Now the flow of adherents between the movements has slowed, according to the 1990 National Jewish Population Study. Even when the liberal leaders rejected the Orthodoxy of their youth, many retained affection for the tradition that had shaped them.

Today, the Reform and Conservative movements, which represent more than 80 percent of American Jews, are led by a generation mostly born in America.

With a newly articulated sense of confidence and impatience, they are saying that they are tired of playing by the old rules.

The Jewish Theological Seminary’s Schorsch, for instance, rejects the contention of some Orthodox leaders that he is at least partly responsible for the growing breach.

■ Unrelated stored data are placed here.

"""Round sheet CSV out, filled in, imported back: readings present, blanks skipped, a bad row
rejected with its line number (the file's own, the safety comment rows counted) and nothing
written."""

from __future__ import annotations

import csv
import io
from datetime import date

import pytest

from logbook import rounds
from logbook.cautions import SAFETY
from logbook.exports.round_sheet import build_sheet, render_csv
from logbook.imports import import_bytes
from tests.store.conftest import TODAY

#: The sheet's comment rows before its header: the safety title, the warning, items, deferral.
COMMENTS = 1 + len(SAFETY.lines())


def _sheet(store) -> list[list[str]]:
    """A 180-day interval puts S-100 (read 2025-05-01) and S-200 (2025-03-01) on the round."""
    store.update_model("TX-90", reading_interval_days=180)
    fleet = store.fleet()
    tests = rounds.plan_round(fleet, None, TODAY, site="North Yard", within_days=0)
    assert [(t.machine, t.serial) for t in tests] == [("M-1", "S-100"), ("M-2", "S-200")]
    text = render_csv(build_sheet(fleet, None, tests, site="North Yard", made_on=TODAY, test_by=TODAY))
    return list(csv.reader(io.StringIO(text)))


def _fill(rows: list[list[str]], serial: str, **values) -> None:
    assert all(r[0].startswith("# ") for r in rows[:COMMENTS])
    col = {name: i for i, name in enumerate(rows[COMMENTS])}
    row = next(r for r in rows[COMMENTS + 1:] if r[col["serial"]] == serial)
    for name, value in values.items():
        row[col[name]] = str(value)


def _bytes(rows: list[list[str]]) -> bytes:
    buf = io.StringIO()
    csv.writer(buf, lineterminator="\r\n").writerows(rows)
    return buf.getvalue().encode("utf-8")


def test_filled_sheet_imports_and_blank_rows_are_skipped(store):
    rows = _sheet(store)
    assert rows[COMMENTS + 1][:5] == ["S-100", "", "M-1", "main", ""]  # date and meter left for the technician
    _fill(rows, "S-100", date="2026-11-30", machine_hours=2900, case_drain=4.4, servo_pressure=24.8,
          neutral_drift=-1.9, oil_temp=52, technician="Ana")
    before = store.counts()
    report = import_bytes(store, "readings", _bytes(rows), name="round.csv", today=TODAY)
    assert (report.added, report.blank, report.problems) == (1, 1, [])
    new = [r for r in store.readings("S-100") if r.taken_on == date(2026, 11, 30)]
    assert len(new) == 1
    r = new[0]
    assert (r.machine, r.machine_hours, r.case_drain_lpm, r.servo_pressure_bar, r.neutral_drift_bar) == (
        "M-1", 2900, 4.4, 24.8, -1.9)
    # prefilled conditions came from the model: reference pressure 400 bar (rated), test speed 2000 rpm
    assert (r.test_pressure_bar, r.test_speed_rpm, r.oil_temp_c, r.technician) == (400, 2000, 52, "Ana")
    assert store.counts() == {**before, "readings": before["readings"] + 1}


def test_a_bad_row_is_rejected_with_its_line_and_nothing_is_written(store):
    rows = _sheet(store)
    _fill(rows, "S-100", date="2026-11-30", machine_hours=2900, servo_pressure=24.8)
    _fill(rows, "S-200", date="2026-11-30", machine_hours=4000, servo_pressure=25.0)  # meter runs backwards
    before, readings = store.counts(), store.readings()
    report = import_bytes(store, "readings", _bytes(rows), name="round.csv", today=TODAY)
    assert report.added == 0
    assert [(p.line, p.field) for p in report.problems] == [(COMMENTS + 3, "machine_hours")]  # S-200's line
    assert "runs backwards" in str(report.problems[0])
    assert store.counts() == before and store.readings() == readings


def test_a_pump_moved_since_the_sheet_was_made_is_rejected(store):
    rows = _sheet(store)
    _fill(rows, "S-200", machine="M-1", date="2026-11-30", machine_hours=5900, servo_pressure=25.0)
    report = import_bytes(store, "readings", _bytes(rows), name="round.csv", today=TODAY)
    assert [(p.line, p.field) for p in report.problems] == [(COMMENTS + 3, "machine")]


@pytest.mark.parametrize("blank_values", [{}, {"date": "2026-11-30"}, {"date": "2026-11-30", "machine_hours": 2900}])
def test_a_row_with_nothing_measured_is_blank_whatever_else_is_filled(store, blank_values):
    rows = _sheet(store)
    _fill(rows, "S-100", **blank_values)
    report = import_bytes(store, "readings", _bytes(rows), name="round.csv", today=TODAY)
    assert (report.added, report.blank, report.problems) == (0, 2, [])


TREND = b"""serial,date,machine_hours,servo_pressure
S-100,2025-07-01,1900,25.05
S-100,2025-09-01,2300,24.75
S-100,2025-11-01,2700,24.55
S-100,2026-01-01,3100,24.25
S-100,2026-03-01,3500,24.05
"""


def test_round_and_import_commands_end_to_end(store, tmp_path, capsys):
    from logbook.cli import main

    # S-100 servo pressure falls about 0.6 bar per 1000 h (26.0 at 1100 h ... 24.05 at 3500 h)
    assert import_bytes(store, "readings", TREND, name="trend.csv", today=TODAY).added == 5
    store.update_model("TX-90", reading_interval_days=300)  # S-100 due 2026-12-26, S-200 since 2025-12-26
    db = ["--db", str(store.path), "--today", TODAY.isoformat()]
    assert main([*db, "round", "--within", "0"]) == 0
    listed = capsys.readouterr().out
    assert "S-200" in listed and "every 300 days" in listed and "S-100" not in listed
    sheet = tmp_path / "round.csv"
    assert main([*db, "round", "--site", "North Yard", "--within", "300", "--format", "csv", "--out", str(sheet)]) == 0
    rows = list(csv.reader(io.StringIO(sheet.read_text())))
    # the trend says about 26.0 - 0.0008 * 2900 = 23.7 bar at 4000 h; 15 bar is far below it
    _fill(rows, "S-100", date="2026-11-30", machine_hours=4000, servo_pressure=15.0)
    _fill(rows, "S-200", date="2026-11-30", machine_hours=5900, servo_pressure=26.5)
    sheet.write_bytes(_bytes(rows))
    capsys.readouterr()
    assert main([*db, "import", "readings", str(sheet)]) == 0
    out = capsys.readouterr().out
    assert "added 2 readings" in out
    looks = [line for line in out.splitlines() if "second look" in line]
    assert len(looks) == 1 and "S-100 2026-11-30 servo pressure 15.00 bar is below" in looks[0]


def test_round_sheet_needs_a_known_site(store, capsys):
    from logbook.cli import main

    db = ["--db", str(store.path), "--today", TODAY.isoformat()]
    assert main([*db, "round", "--format", "md"]) == 2
    assert main([*db, "round", "--site", "Nowhere"]) == 2
    err = capsys.readouterr().err
    assert "--site is required" in err and "'Nowhere': not a known site; known: North Yard" in err
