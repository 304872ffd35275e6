"""Messages that carry worker results back to the interface thread."""

from __future__ import annotations

import threading
from typing import TYPE_CHECKING

from textual.message import Message

if TYPE_CHECKING:
    from logbook.model import Fleet, Problem


class DataLoaded(Message):
    """A fresh fleet snapshot and its forecast (``forecast`` is a FleetForecast; ``tests``
    maps serial to its rounds.NextTest)."""

    def __init__(self, fleet: Fleet, forecast, change_count: int, reason: str = "", tests=None) -> None:
        super().__init__()
        self.fleet = fleet
        self.forecast = forecast
        self.tests = tests if tests is not None else {}
        self.change_count = change_count
        self.reason = reason


class FleetRead(Message):
    """The fleet snapshot is read; its forecast is still being computed."""

    def __init__(self, fleet: Fleet) -> None:
        super().__init__()
        self.fleet = fleet


class PumpUpdated(Message):
    """One pump's new forecast after a save (``forecast`` is its PumpForecast, pooled as in
    the fleet view), ahead of the whole fleet's; ``basis`` is the snapshot it replaces;
    ``tests`` (serial -> rounds.NextTest) is every pump's next reading with it."""

    def __init__(self, fleet: Fleet, forecast, basis: Fleet | None, tests=None) -> None:
        super().__init__()
        self.fleet = fleet
        self.forecast = forecast
        self.basis = basis
        self.tests = tests
        self.shown = threading.Event()  # set once the interface has drawn it (or passed it over)


class DataTrouble(Message):
    """Reading the logbook failed; ``text`` says why in words."""

    def __init__(self, text: str) -> None:
        super().__init__()
        self.text = text


class ChangesSeen(Message):
    """The change poll found writes the interface has not loaded yet."""

    def __init__(self, change_count: int) -> None:
        super().__init__()
        self.change_count = change_count


class Checked(Message):
    """A dry run of a form's record against the store: the problems it found."""

    def __init__(self, token: int, problems: list[Problem], text: str = "", doubts=()) -> None:
        super().__init__()
        self.token = token
        self.problems = problems
        self.text = text  # store trouble (locked, ...) rather than problems with the input
        self.doubts = list(doubts)  # logbook.plausible.Doubt: values that look wrong (asked, not refused)


class Doubted(Message):
    """A save stopped at values that look wrong: the form asks to confirm them."""

    def __init__(self, record, doubts) -> None:
        super().__init__()
        self.record = record
        self.doubts = list(doubts)


class Saved(Message):
    """A record was written; ``record`` is what the store returned."""

    def __init__(self, record) -> None:
        super().__init__()
        self.record = record


class Rejected(Message):
    """A write was refused; nothing was written."""

    def __init__(self, problems: list[Problem], text: str = "") -> None:
        super().__init__()
        self.problems = problems
        self.text = text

Orthodox Jews “would like Jewish unity on their terms, and I am saying that those terms are inequitable and that we will no longer accept them,” Schorsch said.

Although Orthodox and non-Orthodox Judaism can seem like two separate religions these days, some of those most concerned about the trend are still hopeful.

A dialogue between senior representatives of modern Orthodoxy and the Conservative and Reform movements has been quietly taking place since January.

The gatherings, which take place roughly every six weeks, are organized by Shvil HaZahav, a group founded by an Orthodox rabbi, Shmuel Goldin, who has a pulpit in Teaneck, N.J.

“In years past, when problems developed between the various groups, often a leader of one called his friend who was the leader of the other group, and sometimes it would lead to a positive effect,” Goldin said.

“Today I don’t have a friend in the other group to pick up the phone and call. It’s really a reflection of the fact that we’ve all become much more insular.

“If the only result of meetings like this is establishing personal connections and feeling comfortable talking to each other, that would be an invaluable result,” Goldin said.

Lookstein, who has been involved with that dialogue, has found that it has changed his mind about continuing the relationship with non-Orthodox Jews.

“If you look at Jewish history and consider the fact that we are here today, 4,000 years after Abraham and 3,000 years after the giving of the Torah, and that against all odds we’re going strong — even if we are arguing — then that should give us hope,” he said.

“A Jew who is not an optimist is lacking something in his or her Jewish soul.”